Exercise details
Only lines below containing the string "MatDialog" should be counted; please give that count by itself.
Data for this exercise START
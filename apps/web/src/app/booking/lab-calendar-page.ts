import { ChangeDetectionStrategy, Component, computed, inject, signal } from '@angular/core';
import { rxResource } from '@angular/core/rxjs-interop';
import { MatButtonModule } from '@angular/material/button';
import { MatButtonToggleModule } from '@angular/material/button-toggle';
import { MatIconModule } from '@angular/material/icon';
import { MatProgressBarModule } from '@angular/material/progress-bar';
import { MatDialog } from '@angular/material/dialog';
import { MatSnackBar } from '@angular/material/snack-bar';
import { RouterLink } from '@angular/router';
import { slotHoldingStates, type MaintenanceBlock } from '@tunnelwright/contracts';
import { DateTime } from 'luxon';
import { CatalogueApi } from '../core/catalogue-api';
import { problemMessage } from '../core/problem-message';
import { ConfirmDialog, ConfirmDialogData } from '../shared/confirm-dialog';
import { EmptyState } from '../shared/empty-state';
import { ErrorBanner } from '../shared/error-banner';
import { BookingApi } from './booking-api';
import { bookingStateLabels } from './booking-state-labels';
import { monthDays, weekDays } from './calendar-days';
import { CalendarEntry, CalendarGrid, type FreeSlot } from './calendar-grid';
import { formatPeriod, userTimeZone } from './lab-time';
import { MaintenanceBlockDialog, MaintenanceBlockDialogData } from './maintenance-block-dialog';

/** Lab managers' calendar of every tunnel for a week or a month, in the lab's zone; a free stretch opens a maintenance block for it. */
@Component({
  selector: 'tw-lab-calendar-page',
  changeDetection: ChangeDetectionStrategy.OnPush,
  imports: [RouterLink, MatButtonModule, MatButtonToggleModule, MatIconModule, MatProgressBarModule, ErrorBanner, EmptyState, CalendarGrid],
  template: `
    <section class="tw-page">
      <header class="tw-page-header">
        <h1>Calendar</h1>
        <a mat-button routerLink="/lab-bookings">Bookings</a>
      </header>
      @if (loadError(); as message) {
        <tw-error-banner [message]="message" (retry)="reload()" />
      }
      @if (bookings.isLoading() || tunnels.isLoading() || settings.isLoading()) {
        <mat-progress-bar mode="indeterminate" aria-label="Loading the calendar" />
      }
      <div class="toolbar">
        <mat-button-toggle-group aria-label="Show" [value]="view()" (change)="view.set($event.value)">
          <mat-button-toggle value="week">Week</mat-button-toggle>
          <mat-button-toggle value="month">Month</mat-button-toggle>
        </mat-button-toggle-group>
        <button mat-icon-button type="button" aria-label="Earlier" (click)="move(-1)"><mat-icon class="material-icons">chevron_left</mat-icon></button>
        <button mat-button type="button" (click)="anchor.set(now())">Today</button>
        <button mat-icon-button type="button" aria-label="Later" (click)="move(1)"><mat-icon class="material-icons">chevron_right</mat-icon></button>
        <span class="title">{{ title() }}</span>
      </div>
      @if (zone(); as zone) {
        <p class="zone">
          Times in the lab's zone, {{ zone }}.
          @if (zone !== viewerZone) {
            Your own zone is {{ viewerZone }}.
          }
        </p>
        <p class="zone">Choose a free stretch to block it for maintenance.</p>
        <tw-calendar-grid [days]="days()" [lanes]="lanes()" [entries]="entries()" [timeZone]="zone" [chooseFree]="true" (freeChosen)="addMaintenance(zone, $event)" />
        <header class="maintenance-header">
          <h2>Maintenance blocks</h2>
          <button mat-stroked-button type="button" (click)="addMaintenance(zone)">Block a tunnel…</button>
        </header>
        @if (maintenanceError(); as message) {
          <tw-error-banner [message]="message" (retry)="maintenance.reload()" />
        }
        <ul class="blocks">
          @for (block of blocks(); track block.id) {
            <li>
              <span>{{ tunnelName(block.tunnelId) }}: {{ periodOf(block) }} — {{ block.reason }}</span>
              <button mat-button type="button" [attr.aria-label]="'Remove maintenance: ' + block.reason" (click)="removeMaintenance(block)">Remove</button>
            </li>
          }
        </ul>
        @if (maintenance.hasValue() && blocks().length === 0) {
          <tw-empty-state icon="build" title="No maintenance blocked" hint="Block a tunnel to keep it out of bookings." />
        }
      }
    </section>
  `,
  styles: `
    .toolbar {
      display: flex;
      align-items: center;
      gap: 8px;
      flex-wrap: wrap;
      margin-bottom: 8px;
    }
    .title {
      font: var(--mat-sys-title-medium);
    }
    .maintenance-header {
      display: flex;
      align-items: center;
      gap: 16px;
    }
    .blocks li {
      display: flex;
      align-items: center;
      gap: 8px;
    }
    .zone {
      color: var(--mat-sys-on-surface-variant);
    }
  `,
})
export class LabCalendarPage {
  private readonly api = inject(BookingApi);
  private readonly catalogue = inject(CatalogueApi);
  private readonly dialog = inject(MatDialog);
  private readonly snackBar = inject(MatSnackBar);

  protected readonly viewerZone = userTimeZone();
  protected readonly view = signal<'week' | 'month'>('week');
  protected readonly anchor = signal<DateTime>(DateTime.now());
  protected readonly bookings = rxResource({ stream: () => this.api.list() });
  protected readonly tunnels = rxResource({ stream: () => this.catalogue.tunnels() });
  protected readonly settings = rxResource({ stream: () => this.api.settings() });
  protected readonly maintenance = rxResource({ stream: () => this.api.maintenanceBlocks() });
  protected readonly blocks = computed(() => (this.maintenance.hasValue() ? this.maintenance.value() : []));
  protected readonly maintenanceError = computed(() => (this.maintenance.error() ? 'The maintenance blocks could not be loaded.' : null));
  protected readonly zone = computed(() => (this.settings.hasValue() ? this.settings.value().timeZone : null));
  protected readonly loadError = computed(() => {
    const error = this.bookings.error() ?? this.tunnels.error() ?? this.settings.error();
    return error ? problemMessage(error.cause ?? error, 'The calendar could not be loaded.') : null;
  });
  protected readonly days = computed(() => {
    const zone = this.zone() ?? 'UTC';
    return this.view() === 'week' ? weekDays(this.anchor(), zone) : monthDays(this.anchor(), zone);
  });
  protected readonly title = computed(() => {
    const days = this.days();
    return days.length ? `${days[0]?.label} – ${days[days.length - 1]?.label}` : '';
  });
  protected readonly lanes = computed(() => (this.tunnels.hasValue() ? this.tunnels.value().map((t) => ({ id: t.id, name: t.name })) : []));
  protected readonly entries = computed<CalendarEntry[]>(() =>
    (this.bookings.hasValue() ? this.bookings.value() : [])
      .filter((b) => slotHoldingStates.includes(b.state) || b.state === 'completed')
      .map((b): CalendarEntry => ({ laneId: b.tunnelId, period: b.period, label: `${b.organisationName} · ${bookingStateLabels[b.state]}`, kind: 'booking' }))
      .concat(this.blocks().map((block): CalendarEntry => ({ laneId: block.tunnelId, period: block.period, label: `Maintenance: ${block.reason}`, kind: 'maintenance' }))),
  );

  protected tunnelName(id: string): string {
    return this.lanes().find((lane) => lane.id === id)?.name ?? 'Unknown tunnel';
  }

  protected periodOf(block: MaintenanceBlock): string {
    return formatPeriod(block.period, block.timeZone);
  }

  /** Opens the maintenance form, with the tunnel and period of a free stretch chosen on the calendar if there is one. */
  protected addMaintenance(timeZone: string, slot?: FreeSlot): void {
    const data: MaintenanceBlockDialogData = { tunnels: this.lanes(), timeZone, slot };
    this.dialog
      .open(MaintenanceBlockDialog, { data, width: '560px' })
      .afterClosed()
      .subscribe((block: MaintenanceBlock | undefined) => {
        if (block) {
          this.snackBar.open('Tunnel blocked for maintenance.', undefined, { duration: 4000 });
          this.maintenance.reload();
        }
      });
  }

  protected removeMaintenance(block: MaintenanceBlock): void {
    const data: ConfirmDialogData = { title: 'Remove this maintenance block?', message: `${this.tunnelName(block.tunnelId)} becomes bookable again for ${this.periodOf(block)}.`, confirmLabel: 'Remove', destructive: true };
    this.dialog
      .open(ConfirmDialog, { data, width: '440px' })
      .afterClosed()
      .subscribe((confirmed: boolean | undefined) => {
        if (!confirmed) {
          return;
        }
        this.api.deleteMaintenanceBlock(block.id).subscribe({
          next: () => {
            this.snackBar.open('Maintenance block removed.', undefined, { duration: 4000 });
            this.maintenance.reload();
          },
          error: (error: unknown) => this.snackBar.open(problemMessage(error, 'The maintenance block could not be removed.'), 'Dismiss', { duration: 8000 }),
        });
      });
  }

  protected now(): DateTime {
    return DateTime.now();
  }

  protected move(step: number): void {
    this.anchor.update((at) => (this.view() === 'week' ? at.plus({ weeks: step }) : at.plus({ months: step })));
  }

  protected reload(): void {
    this.bookings.reload();
    this.tunnels.reload();
    this.settings.reload();
    this.maintenance.reload();
  }
}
Data for this exercise END
Solution for this exercise
2